The computer allows us to manifest a collective unconscious, it gives materiality to what was previously only known in the discipline of metaphysics
No.568975
>>568971>Tapping into the collective conscious of humanity is a mole hillmoles are pretty based, anon
No.568976
>>568975computers will have a deeper relationship with humanity in the future than even the weird reactionary singularity people think they will.
we are grasping into the nonexistant, false realm of metaphysics and pulling out approximations of abstract concepts using the neural network. of course, this is a massive analogy, philosophical word salad even, of course stable diffusion is based on denoising, tokenizing etc
the neural network, in the future, will accomplish things impossible for us to predict
No.568977
>>568976I am in agreement with you, the point is not that some of these paintings have extra fingers or that the chats composed include bullshit. The point is that we are in the liftoff era of this technology and every sign points to it improving at an increasing rate. It is quite exciting ( and at the same time as a fusion lab achieved ignition ) ! Now if they can get a quantum computer working we'll really be in the 21st century.
No.568978
>>568977if there is a collective unconciousness, that it's the universe that is concious and we're partitioned sapient parts of it with the same conciousness as one another as in daoism, buddhism etc, then we are achieving the schizo false shit for real via approximations in the computer.
there is no "collective unconscious" that has opinions like Carl Jung thought. it's actually the internet that made that material.
No.568979
>>568978Not sure what that has to do with
>>568977 No.568980
>>568979that
>The point is that we are in the liftoff era of this technology and every sign points to it improving at an increasing rate.is connected to the concept of computers achieving unthinkable feats in the future, more and moreso having effect on humanity
No.568981
>>568974It's Midjourney, but it's specifically Midjourney v3, not the current one. The current version produces much crisper and in some ways higher quality images, but I think its trained on an almost entirely different image set because it now produces images that are drastically different from what it used to produce.
So, for example, here's an example of images produced by the current version (v4)
The prompt is "In the Court of the Crimson King"
No.568982
>>568977>every sign points to it improving at an increasing rateEvery sign points to it improving at a decreasing rate.
It's exponential growth in computing power and data for linear gains.
My prediction is that we will see one more solid improvement in AI output, and after that it will more or less stagnate, then it'll be a scramble to actually make it useful for something.

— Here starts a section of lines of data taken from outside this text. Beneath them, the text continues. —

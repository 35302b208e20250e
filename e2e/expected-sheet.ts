import { readFileSync } from 'node:fs'
import { evaluate } from '../src/evaluation/evaluate.ts'
import { readFormulaText } from '../src/formula/document.ts'
import { loadLibrary } from '../src/library/library.ts'
import { answer } from '../src/worksheet/answer.ts'
import { buildWorksheet } from '../src/worksheet/build.ts'

/* Prints what the sheet of a formula file must say: every string of the model, and the headless answer beside it. */

const [file = ''] = process.argv.slice(2)
const read = readFormulaText(readFileSync(file, 'utf8'))
if (!read.ok) throw new Error(read.refusal.message)
const library = loadLibrary()
const evaluation = evaluate(read.formula, library)

function stringsOf(value: unknown): readonly string[] {
  if (typeof value === 'string') return [value]
  if (typeof value !== 'object' || value === null) return []
  return Object.values(value).flatMap(stringsOf)
}

const sheet = buildWorksheet(evaluation, library, 'A4')
process.stdout.write(JSON.stringify({ strings: stringsOf(sheet), answer: answer(evaluation, library) }))
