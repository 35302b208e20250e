import { expect, test } from '@playwright/test'
import { SheetPage } from './sheet-page.ts'

test('text that cannot be read stays, says how to write it, and takes every number off the page', async ({
  page,
}) => {
  const sheet = new SheetPage(page)
  await sheet.open()
  await sheet.openDemo('Eye drop')
  await expect(sheet.running).toContainText('mOsm/kg')
  const before = await sheet.running.innerText()

  await sheet.amount(1).fill('1,234')
  await sheet.amount(2).focus()
  await expect(sheet.amount(1)).toHaveValue('1,234')
  await expect(sheet.amount(1)).toHaveAttribute('aria-invalid', 'true')
  await expect(page.locator('.refusal-row').first()).toBeVisible()
  await expect(sheet.blocked).toBeVisible()
  await expect(sheet.running).not.toContainText('mOsm/kg')
  for (const figure of await page.locator('td.figure').allInnerTexts())
    expect(figure).toMatch(/^(—|[a-z].*\n?—)/i)
  await expect(sheet.printButton).toHaveAttribute('aria-disabled', 'true')
  await expect(page.locator('#print-refusal')).toBeVisible()

  await page.keyboard.press('Control+z')
  await expect(sheet.blocked).toHaveCount(0)
  await expect(sheet.running).toHaveText(before)
})

test('a field of the order that cannot be read blocks too and survives a reload', async ({ page }) => {
  const sheet = new SheetPage(page)
  await sheet.open()
  await sheet.openDemo('Nasal spray')
  await expect(sheet.running).toContainText('mOsm/kg')
  const pH = page.getByRole('textbox', { name: 'pH', exact: true })
  await pH.fill('six')
  await sheet.amount(1).focus()
  await expect(sheet.blocked).toContainText('pH')
  await page.reload()
  await expect(pH).toHaveValue('six')
  await expect(sheet.blocked).toContainText('pH')
  await pH.fill('6')
  await expect(sheet.blocked).toHaveCount(0)
})

test('10 kB in a cell and 200 lines are borne', async ({ page }) => {
  const sheet = new SheetPage(page)
  await sheet.open()
  const line = (index: number) => ({ key: `k${index}`, ingredient: 'sodium-chloride', amount: '1 mmol/L' })
  const lines = Array.from({ length: 200 }, (_, index) => line(index))
  const formula = {
    format: 'evenwater.formula',
    version: 1,
    title: 'Two hundred lines',
    route: 'irrigation',
    finalVolume: '1000 mL',
    lines,
  }
  await sheet.openFile('many.json', JSON.stringify(formula))
  await expect(sheet.lines).toHaveCount(200)
  await expect(sheet.running).toContainText('mOsm/kg')
  await sheet.amount(1).fill('x'.repeat(10_000))
  await sheet.amount(2).focus()
  await expect(sheet.blocked).toBeVisible()
  await page.keyboard.press('Control+z')
  await expect(sheet.running).toContainText('mOsm/kg')
})
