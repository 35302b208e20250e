import { expect, test } from '@playwright/test'
import { SheetPage } from './sheet-page.ts'

test('a reload restores what was typed last', async ({ page }) => {
  const sheet = new SheetPage(page)
  await sheet.open()
  await sheet.addLine('mannitol', '5 %')
  await page.getByRole('textbox', { name: 'Title' }).fill('Kept')
  await page.reload()
  await expect(page.getByRole('textbox', { name: 'Title' })).toHaveValue('Kept')
  await expect(sheet.amount(1)).toHaveValue('5 %')
})

test('a page that is closed in the midst of typing misses at most the key in flight', async ({ context }) => {
  for (let round = 0; round < 5; round += 1) {
    const page = await context.newPage()
    const sheet = new SheetPage(page)
    await sheet.open()
    await page.getByRole('textbox', { name: 'Title' }).fill('')
    await page.getByRole('textbox', { name: 'Title' }).focus()
    const typed = 'abcdefghijklmnop'.slice(0, 4 + round * 3)
    await page.keyboard.type(typed)
    await page.close()
    const next = await context.newPage()
    await new SheetPage(next).open()
    const restored = await next.getByRole('textbox', { name: 'Title' }).inputValue()
    expect([typed, typed.slice(0, -1)]).toContain(restored)
    await next.close()
  }
})

test('a full storage is said, an export offered, and nothing is lost from the screen', async ({ page }) => {
  await page.addInitScript(() => {
    IDBObjectStore.prototype.put = () => {
      throw new DOMException('full', 'QuotaExceededError')
    }
  })
  const sheet = new SheetPage(page)
  await sheet.open()
  await sheet.addLine('mannitol', '5 %')
  await expect(sheet.notices).toContainText('storage of this browser is full')
  await expect(sheet.notices.getByRole('button', { name: 'Save as file' })).toBeVisible()
  await expect(sheet.amount(1)).toHaveValue('5 %')
  await expect(sheet.running).toContainText('mOsm/kg')
})

test('a denied storage is said and the page works', async ({ page }) => {
  await page.addInitScript(() => {
    indexedDB.open = () => {
      throw new DOMException('denied', 'SecurityError')
    }
  })
  const sheet = new SheetPage(page)
  await sheet.open()
  await sheet.addLine('mannitol', '5 %')
  await expect(sheet.notices).toContainText('does not let the page keep anything')
  await expect(sheet.running).toContainText('mOsm/kg')
})

test('two windows never overwrite each other silently', async ({ context }) => {
  const first = new SheetPage(await context.newPage())
  await first.open()
  await first.addLine('mannitol', '5 %')
  const second = new SheetPage(await context.newPage())
  await second.open()
  await expect(second.notices).toContainText('open in another window')
  await second.amount(1).fill('4 %')
  await first.amount(1).fill('3 %')

  await test.step('the second keeps its own only when a person says so, and the first is told', async () => {
    await second.page.getByRole('button', { name: 'Keep this one' }).click()
    await expect(second.notices).not.toContainText('another window')
    await expect(first.notices).toContainText('open in another window')
    await second.page.reload()
    await expect(second.amount(1)).toHaveValue('4 %')
  })

  await test.step('the first can show the other’s and go back with undo', async () => {
    await first.page.getByRole('button', { name: 'Show the other one' }).click()
    await expect(first.amount(1)).toHaveValue('4 %')
    await first.page.keyboard.press('Control+z')
    await expect(first.amount(1)).toHaveValue('3 %')
  })
})
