import { createReadStream } from 'node:fs'
import { stat } from 'node:fs/promises'
import { createServer, type Server } from 'node:http'
import { extname, join, normalize } from 'node:path'
import { fileURLToPath } from 'node:url'
import type { AddressInfo } from 'node:net'

/** Where the built page lies. */
export const builtPage = process.env['PAGE_FOLDER'] ?? fileURLToPath(new URL('../dist', import.meta.url))

const types: Readonly<Record<string, string>> = {
  '.css': 'text/css',
  '.html': 'text/html',
  '.js': 'text/javascript',
  '.json': 'application/json',
  '.svg': 'image/svg+xml',
  '.webmanifest': 'application/manifest+json',
}

/** A plain server of one folder, to be stopped at any time. */
export interface FolderServer {
  readonly address: string
  stop(): Promise<void>
}

async function fileAt(folder: string, path: string): Promise<string | null> {
  const file = join(folder, normalize(decodeURIComponent(path === '/' ? '/index.html' : path)))
  try {
    return file.startsWith(folder) && (await stat(file)).isFile() ? file : null
  } catch {
    return null
  }
}

export async function serveFolder(folder: string): Promise<FolderServer> {
  const server: Server = createServer((request, response) => {
    void fileAt(folder, new URL(request.url ?? '/', 'http://localhost').pathname).then((file) => {
      if (file === null) return response.writeHead(404).end()
      response.writeHead(200, {
        'Content-Type': types[extname(file)] ?? 'application/octet-stream',
        'Cache-Control': 'no-store',
      })
      return createReadStream(file).pipe(response)
    })
  })
  await new Promise<void>((resolve) => void server.listen(0, '127.0.0.1', resolve))
  const { port } = server.address() as AddressInfo
  return {
    address: `http://localhost:${port}/`,
    stop: () =>
      new Promise((resolve) => {
        server.close(() => resolve())
        server.closeAllConnections()
      }),
  }
}
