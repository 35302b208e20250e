import { AxeBuilder } from '@axe-core/playwright'
import { expect, test, type Page } from '@playwright/test'
import { SheetPage } from './sheet-page.ts'

const tags = ['wcag2a', 'wcag2aa', 'wcag21a', 'wcag21aa', 'wcag22aa', 'best-practice']

async function violations(page: Page): Promise<string[]> {
  const found = await new AxeBuilder({ page }).withTags(tags).analyze()
  return found.violations.map(
    ({ id, nodes }) => `${id}: ${nodes.map((node) => node.target.join(' ')).join(' | ')}`,
  )
}

const states: Readonly<Record<string, (sheet: SheetPage) => Promise<void>>> = {
  empty: async () => undefined,
  'a full order': async (sheet) => {
    await sheet.openDemo('Eye drop')
    await expect(sheet.running).toContainText('mOsm/kg')
    await expect(sheet.page.locator('.recharts-surface').first()).toBeVisible()
  },
  blocked: async (sheet) => {
    await sheet.openDemo('Irrigation')
    await expect(sheet.running).toContainText('mOsm/kg')
    await sheet.amount(1).fill('1,234')
    await sheet.amount(2).focus()
    await expect(sheet.blocked).toBeVisible()
  },
  'searching an ingredient': async (sheet) => {
    await sheet.addRow.focus()
    await sheet.page.keyboard.type('sodium')
    await expect(sheet.candidates.first()).toBeVisible()
  },
  'an opened method': async (sheet) => {
    await sheet.openDemo('Nasal spray')
    await expect(sheet.running).toContainText('mOsm/kg')
    await sheet.page.locator('details.method summary').nth(1).click()
  },
}

for (const colorScheme of ['light', 'dark'] as const) {
  for (const [state, reach] of Object.entries(states)) {
    test(`no barrier is found, ${colorScheme}, ${state}`, async ({ page }) => {
      await page.emulateMedia({ colorScheme })
      const sheet = new SheetPage(page)
      await sheet.open()
      await reach(sheet)
      expect(await violations(page)).toEqual([])
    })
  }
}

test('forced colours and reduced motion leave the page whole', async ({ page }) => {
  await page.emulateMedia({ forcedColors: 'active', reducedMotion: 'reduce' })
  const sheet = new SheetPage(page)
  await sheet.open()
  await sheet.openDemo('Eye drop')
  await expect(sheet.running).toContainText('mOsm/kg')
  await expect(page.locator('svg.axis')).toBeVisible()
})

for (const width of [360, 390, 768, 1280, 1920]) {
  test(`nothing is wider than a window of ${width} px`, async ({ page }) => {
    await page.setViewportSize({ width, height: 900 })
    const sheet = new SheetPage(page)
    await sheet.open()
    await sheet.openDemo('Eye drop')
    await expect(sheet.running).toContainText('mOsm/kg')
    const overflow = await page.evaluate(() => document.documentElement.scrollWidth - innerWidth)
    expect(overflow).toBeLessThanOrEqual(0)
  })
}

test('every target is at least 24 px in both directions', async ({ page }) => {
  const sheet = new SheetPage(page)
  await sheet.open()
  await sheet.openDemo('Eye drop')
  await expect(sheet.running).toContainText('mOsm/kg')
  const small = await page
    .locator('button:visible, input:visible, select:visible, summary:visible')
    .evaluateAll((targets) =>
      targets
        .map((target) => ({
          name: target.getAttribute('aria-label') ?? target.textContent,
          box: target.getBoundingClientRect(),
        }))
        .filter(({ box }) => box.width < 24 || box.height < 24)
        .map(({ name, box }) => `${name} ${Math.round(box.width)}×${Math.round(box.height)}`),
    )
  expect(small).toEqual([])
})
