import { expect, test, type Page } from '@playwright/test'
import { documentIds, type DocumentId } from '../src/worksheet/types.ts'
import { documentKinds } from '../src/worksheet/kinds.ts'
import {
  expectedOf,
  figuresIn,
  keepPaper,
  printed,
  squeezed,
  stringsOf,
  wholesOf,
  type Expected,
  type PaperPage,
} from './paper.ts'
import { SheetPage } from './sheet-page.ts'

/* The model is asked in a process of its own, which takes its time on a busy machine. */
test.describe.configure({ timeout: 120_000 })

const whole = (pages: readonly PaperPage[]) => pages.map(({ text }) => text).join(' ')

/** Page and step numbers come from the style sheet, not from the model. */
function layoutNumbers({ documents }: Expected, pages: readonly PaperPage[]): readonly string[] {
  const steps = documents.flatMap(({ sections }) =>
    sections.map((section) => (section.kind === 'steps' ? section.steps.length : 0)),
  )
  const most = Math.max(pages.length, ...steps)
  return Array.from({ length: most }, (_, index) => String(index + 1))
}

/** Every figure of the model stands on paper, and every figure on paper is the model's. */
function sameFigures(expected: Expected, pages: readonly PaperPage[]): void {
  const layout = new Set(layoutNumbers(expected, pages))
  const onPaper = figuresIn(whole(pages))
  const inModel = figuresIn(stringsOf(expected.documents).join(' \n '))
  expect([...onPaper].filter((figure) => !inModel.has(figure) && !layout.has(figure))).toEqual([])
  expect([...inModel].filter((figure) => !onPaper.has(figure))).toEqual([])
}

/** Every text of the model stands on paper whole, and what belongs together on one page. */
function nothingCut({ documents }: Expected, pages: readonly PaperPage[]): void {
  const text = squeezed(whole(pages))
  const sheets = pages.map((page) => squeezed(page.text))
  for (const { sections } of documents) {
    for (const section of sections) {
      for (const parts of wholesOf(section)) {
        const shown = parts.map(squeezed)
        expect(
          sheets.some((sheet) => shown.every((part) => sheet.includes(part))),
          `${section.heading}: ${parts.join(' | ')}`,
        ).toBe(true)
      }
    }
  }
  for (const string of stringsOf(documents.map(({ sections }) => sections))) {
    if (!text.includes(squeezed(string))) expect(whole(pages)).toContain(string)
  }
}

const millimetre = 72 / 25.4

/** Inside the margins, nothing smaller than 9 points, black on white needs no test of colour. */
function insideAndLegible(pages: readonly PaperPage[]): void {
  for (const { pieces, width, height } of pages) {
    for (const piece of pieces) {
      const at = `“${piece.text}”`
      expect(piece.left, at).toBeGreaterThanOrEqual(10 * millimetre)
      expect(piece.right, at).toBeLessThanOrEqual(width - 10 * millimetre)
      expect(piece.bottom, at).toBeGreaterThan(4 * millimetre)
      expect(piece.bottom + piece.size, at).toBeLessThan(height - 8 * millimetre)
      expect(piece.size, at).toBeGreaterThan(8.95)
    }
  }
}

/** Under each heading there is something of its own on the same page. */
function noOrphanHeading({ documents }: Expected, pages: readonly PaperPage[]): void {
  const headings = new Set(
    documents.flatMap(({ sections }) => sections.map(({ heading }) => squeezed(heading))),
  )
  for (const [index, { pieces }] of pages.entries()) {
    const foot = Math.max(
      ...pieces.filter(({ text }) => /^page \d+ of/.test(text.trim())).map(({ bottom }) => bottom),
    )
    const body = pieces.filter(({ bottom }) => bottom > foot + 1)
    const lowest = Math.min(...body.map(({ bottom }) => bottom))
    const last = body
      .filter(({ bottom }) => Math.abs(bottom - lowest) < 1)
      .map(({ text }) => text)
      .join('')
    expect(headings.has(squeezed(last)), `page ${index + 1} ends with ${last}`).toBe(false)
  }
}

/** Name of the document, batch, library and page number at the foot of every page. */
function marked({ documents }: Expected, pages: readonly PaperPage[]): ReadonlyMap<DocumentId, number> {
  const count = new Map<DocumentId, number>()
  for (const [index, { text }] of pages.entries()) {
    const own = documents.filter(({ pageMark }) => squeezed(text).includes(squeezed(pageMark)))
    expect(own, `page ${index + 1}`).toHaveLength(1)
    expect(text).toMatch(new RegExp(`page ${index + 1} of ${pages.length}`))
    for (const { id } of own) count.set(id, (count.get(id) ?? 0) + 1)
  }
  return count
}

async function choose(page: Page, wanted: readonly DocumentId[]): Promise<void> {
  for (const id of documentIds) {
    await page.getByRole('checkbox', { name: documentKinds[id].name }).setChecked(wanted.includes(id))
  }
  await expect(page.locator('.paper-sheet')).toHaveCount(wanted.length)
}

async function faithful(page: Page, wanted?: readonly DocumentId[]) {
  if (wanted) await choose(page, wanted)
  const expected = await expectedOf(page, wanted)
  const pages = await printed(page)
  sameFigures(expected, pages)
  nothingCut(expected, pages)
  insideAndLegible(pages)
  noOrphanHeading(expected, pages)
  return { expected, pages, count: marked(expected, pages) }
}

const demos = [
  'Eye drop',
  'Low-dose eye drop',
  'Neonatal infusion',
  'Intravenous electrolytes',
  'Nasal spray',
]

for (const name of demos) {
  test(`what is printed of the demo order “${name}” says what the model says`, async ({ page }) => {
    const sheet = new SheetPage(page)
    await sheet.open()
    await sheet.openDemo(name)
    await expect(sheet.running).toContainText('mOsm/kg')
    await expect(page.locator('.paper-sheet')).toHaveCount(2)
    const { pages, count } = await faithful(page)
    await keepPaper(page, name)
    expect(count.get('batch')).toBeLessThanOrEqual(3)
    expect(count.get('checker')).toBe(1)
    const text = whole(pages)
    expect(squeezed(text)).toContain('independentverification')
    expect(text).not.toMatch(/(?<![\d.])\.\d/)
    expect(text).not.toMatch(/µg|\bcc\b|\bIU\b/)
  })
}

test('all documents of an order with an aliquot, on A4 and on Letter', async ({ page }) => {
  const sheet = new SheetPage(page)
  await sheet.open()
  await sheet.openDemo('Low-dose eye drop')
  await expect(sheet.running).toContainText('mOsm/kg')
  const { pages } = await faithful(page, documentIds)
  await keepPaper(page, 'all documents')
  expect(pages[0]?.width).toBeCloseTo(595, 0)
  await page.getByRole('combobox', { name: 'Paper size' }).selectOption('Letter')
  const letter = await faithful(page, documentIds)
  await keepPaper(page, 'all documents on Letter')
  expect(letter.pages[0]?.width).toBeCloseTo(612, 0)
  expect(letter.count.get('batch')).toBeLessThanOrEqual(3)
})

test('a formula built by keyboard prints the masses and the osmolality of the headless answer', async ({
  page,
}) => {
  const sheet = new SheetPage(page)
  await sheet.open()
  await sheet.addLine('pilocarpine hydrochloride', '1 %')
  await sheet.addLine('boric acid', '0.5 %')
  await sheet.addLine('sodium chloride', 'q.s.')
  await expect(sheet.running).toContainText('mOsm/kg')
  const { expected, pages } = await faithful(page)
  const text = whole(pages)
  const { solution, lines } = expected.answer
  expect(text).toContain(`${Math.round(Number(solution['osmolality_mOsm_per_kg']))} mOsm/kg`)
  for (const line of lines) {
    const grams = Number(line['grams'])
    const shown =
      grams >= 1 ? `${Number(grams.toPrecision(5))} g` : `${Number((grams * 1000).toPrecision(5))} mg`
    expect(text).toContain(shown)
  }
})

test('a blocked formula prints no worksheet', async ({ page }) => {
  const sheet = new SheetPage(page)
  await sheet.open()
  await sheet.addLine('sodium chloride', '9')
  await expect(sheet.printButton).toHaveAttribute('aria-disabled', 'true')
  const text = whole(await printed(page))
  expect(text).toContain('Not a worksheet')
  expect(text).not.toContain('Weigh and measure')
})

test('nothing chosen prints nothing', async ({ page }) => {
  const sheet = new SheetPage(page)
  await sheet.open()
  await sheet.openDemo('Eye drop')
  await expect(page.locator('.paper-sheet')).toHaveCount(2)
  await choose(page, [])
  await expect(sheet.printButton).toHaveAttribute('aria-disabled', 'true')
})

test('an open stop shuts the sheet until a reason is written', async ({ page }) => {
  const sheet = new SheetPage(page)
  await sheet.open()
  await sheet.addLine('silver nitrate', '1 %')
  await sheet.addLine('sodium chloride', '0.5 %')
  await expect(page.getByText('Stop', { exact: true }).first()).toBeVisible()
  await expect(sheet.printButton).toHaveAttribute('aria-disabled', 'true')
})
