import { expect, test } from '@playwright/test'
import { SheetPage } from './sheet-page.ts'

test('a formula is built, mended and taken back with the keyboard alone', async ({ page }) => {
  const sheet = new SheetPage(page)
  await sheet.open()
  await sheet.addLine('pilocarpine hydrochloride', '1 %')
  await sheet.addLine('sodium chloride', 'q.s.')
  await expect(sheet.lines).toHaveCount(2)
  await expect(sheet.running).toContainText('mOsm/kg')
  await expect(sheet.figures(2).first()).toContainText('g')

  await test.step('arrows and Enter walk the cells', async () => {
    await page.keyboard.press('ArrowUp')
    await expect(sheet.ingredient(2)).toBeFocused()
    await page.keyboard.press('ArrowRight')
    await expect(sheet.amount(2)).toBeFocused()
    await page.keyboard.press('ArrowUp')
    await expect(sheet.amount(1)).toBeFocused()
    await page.keyboard.press('Enter')
    await expect(sheet.amount(2)).toBeFocused()
    await page.keyboard.press('Shift+Tab')
    await expect(sheet.ingredient(2)).toBeFocused()
    await page.keyboard.press('Tab')
    await expect(sheet.amount(2)).toBeFocused()
  })

  await test.step('typing replaces, Escape restores', async () => {
    await page.keyboard.press('ArrowUp')
    await page.keyboard.type('2 %')
    await expect(sheet.amount(1)).toHaveValue('2 %')
    await page.keyboard.press('Escape')
    await expect(sheet.amount(1)).toHaveValue('1 %')
  })

  await test.step('one cell is one step of undo', async () => {
    await page.keyboard.type('2.5 %')
    await page.keyboard.press('Enter')
    await page.keyboard.press('Control+z')
    await expect(sheet.amount(1)).toHaveValue('1 %')
    await page.keyboard.press('Control+Shift+z')
    await expect(sheet.amount(1)).toHaveValue('2.5 %')
    await page.keyboard.press('Control+z')
    await page.keyboard.press('Control+y')
    await expect(sheet.amount(1)).toHaveValue('2.5 %')
  })

  await test.step('lines move and go, and the hand is never lost', async () => {
    await sheet.amount(1).focus()
    await page.keyboard.press('Alt+ArrowDown')
    await expect(sheet.amount(2)).toHaveValue('2.5 %')
    await expect(sheet.amount(2)).toBeFocused()
    await page.keyboard.press('Control+Delete')
    await expect(sheet.lines).toHaveCount(1)
    await expect(page.locator('table.sheet-table :focus')).toHaveCount(1)
    await page.keyboard.press('Control+z')
    await expect(sheet.lines).toHaveCount(2)
  })
})

test('ingredients are found by synonym and in spite of a typing error', async ({ page }) => {
  const sheet = new SheetPage(page)
  await sheet.open()
  await sheet.addRow.focus()
  await page.keyboard.type('glucose')
  await expect(sheet.candidates.filter({ hasText: 'Dextrose' }).first()).toBeVisible()
  await page.keyboard.press('Escape')
  await expect(sheet.candidates).toHaveCount(0)
  await page.keyboard.type('pilocrapine')
  await expect(sheet.candidates.filter({ hasText: 'Pilocarpine hydrochloride' })).toBeVisible()
  await page.keyboard.press('ArrowDown')
  await page.keyboard.press('ArrowUp')
  await expect(sheet.candidates.first()).toHaveAttribute('aria-selected', 'true')
})

test('the order is edited where it stands', async ({ page }) => {
  const sheet = new SheetPage(page)
  await sheet.open()
  await page.getByRole('textbox', { name: 'Final volume' }).fill('50 mL')
  await page.getByRole('combobox', { name: 'Route' }).selectOption('nasal')
  await page
    .getByRole('combobox', { name: 'Quantity to bring to a target' })
    .selectOption('freezing-point-depression')
  await expect(page.getByRole('textbox', { name: 'Target' })).toHaveValue('0.52 K')
  await expect(page.getByRole('columnheader', { name: /weigh for 50 mL/ })).toBeAttached()
  await page.keyboard.press('Control+z')
  await page.keyboard.press('Control+z')
  await page.keyboard.press('Control+z')
  await expect(page.getByRole('combobox', { name: 'Route' })).toHaveValue('ophthalmic')
})

test('rows copied from a spreadsheet become lines in one step', async ({ page, context }) => {
  await context.grantPermissions(['clipboard-read', 'clipboard-write'])
  const sheet = new SheetPage(page)
  await sheet.open()
  await page.evaluate(() =>
    navigator.clipboard.writeText(
      'Ingredient\tAmount\nBoric acid\t1.5 %\nNo such substance\t1 %\nSodium chloride\tq.s.',
    ),
  )
  await sheet.addRow.focus()
  await page.keyboard.press('Control+v')
  await expect(sheet.lines).toHaveCount(3)
  await expect(sheet.ingredient(2)).toHaveValue('No such substance')
  await expect(sheet.ingredient(2)).toHaveAttribute('aria-invalid', 'true')
  await expect(sheet.blocked).toBeVisible()
  await page.keyboard.press('Control+z')
  await expect(sheet.lines).toHaveCount(0)
})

>>568981I bet they excluded all images currently owned by anyone powerful enough to sue them lol.
No.568983
>>568974>>568981And this is the sort of image it produces on v3. A pretty stark difference.
The prompt was the same as above: "In the Court of the Crimson King"
No.568984
>>568982Actually, there's a good case for that. v3 seems to be based much, much more on artwork than v4 is. Maybe they got cold feet when they realized that lots of rich people own said artwork.